"In last week alone, several units have moved into the border region," he said.
Moscow's motivation isn't entirely clear, the military officer added, but "they are definitely capable of moving into Ukraine and dramatically influencing the situation in the east."
After Russia annexed the Ukrainian region of Crimea earlier this year, Moscow stationed about 40,000 troops along the border with Ukraine.
The move was condemned by Ukrainian and Western leaders, who said the troops were well-equipped and capable of mounting a rapid incursion into Ukraine.
Following Ukraine's presidential election last May won by Petro Poroshenko, as well as sanctions imposed by the U.S. and European Union, Russia withdrew almost all of those troops, and Russian President Vladimir Putin began making conciliatory statements toward Ukraine.
The renewed military buildup of recent weeks is causing unease among Western leaders.
"We see again a presence on the Ukrainian border by large Russian formations," Gen. Philip Breedlove, NATO's top military commander, said last week.
"Those formations are growing every day and their capability grows every day, and that is concerning."
NATO Secretary-General Anders Fogh Rasmussen, in a speech in San Francisco, said Moscow is sending contradictory signals about its intent.
"You see a kind of a double game from the Russian side," Mr.

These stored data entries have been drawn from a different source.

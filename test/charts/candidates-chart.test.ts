import fc from 'fast-check';
import { expect, test } from 'vitest';
import { spaced } from '../../src/charts/candidates-chart.js';

test('labels that have room stay where they are', () => {
  expect(spaced([40, 10, 70], 14, 100)).toEqual([40, 10, 70]);
});

test('labels that meet are moved apart, upwards where the chart ends', () => {
  expect(spaced([50, 50, 51], 14, 100)).toEqual([50, 64, 78]);
  expect(spaced([99, 100], 14, 100)).toEqual([86, 100]);
});

test('labels never meet, keep their order, and none falls below the chart', () => {
  fc.assert(
    fc.property(fc.array(fc.double({ min: 0, max: 170, noNaN: true }), { minLength: 1, maxLength: 4 }), (wanted) => {
      const placed = spaced(wanted, 14, 170);
      const order = wanted.map((_, i) => i).sort((a, b) => wanted[a] - wanted[b] || a - b);
      order.slice(1).forEach((i, k) => {
        expect(placed[i] - placed[order[k]]).toBeGreaterThanOrEqual(14 - 1e-9);
      });
      expect(Math.max(...placed)).toBeLessThanOrEqual(170);
    }),
  );
});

Rasmussen said.
Putin is making conciliatory statements, he added, "but then, on the other hand, we see a continuation of covert military operations and other operations in Ukraine with the aim to continue to destabilize the situation in eastern Ukraine."
NATO officials are concerned about what they see as a sort of ambiguous or shadow warfare by Russia, including propaganda campaigns and the use of separatist proxies within several countries.
Groups within Russia have been posting photos on social media that purport to shows major humanitarian problems in eastern Ukraine, the NATO military officer said, but in fact the photos come from other places and times.
"Their statements to their own citizens appear to be building a justification for interference, and that is a bit worrying to us," the officer said.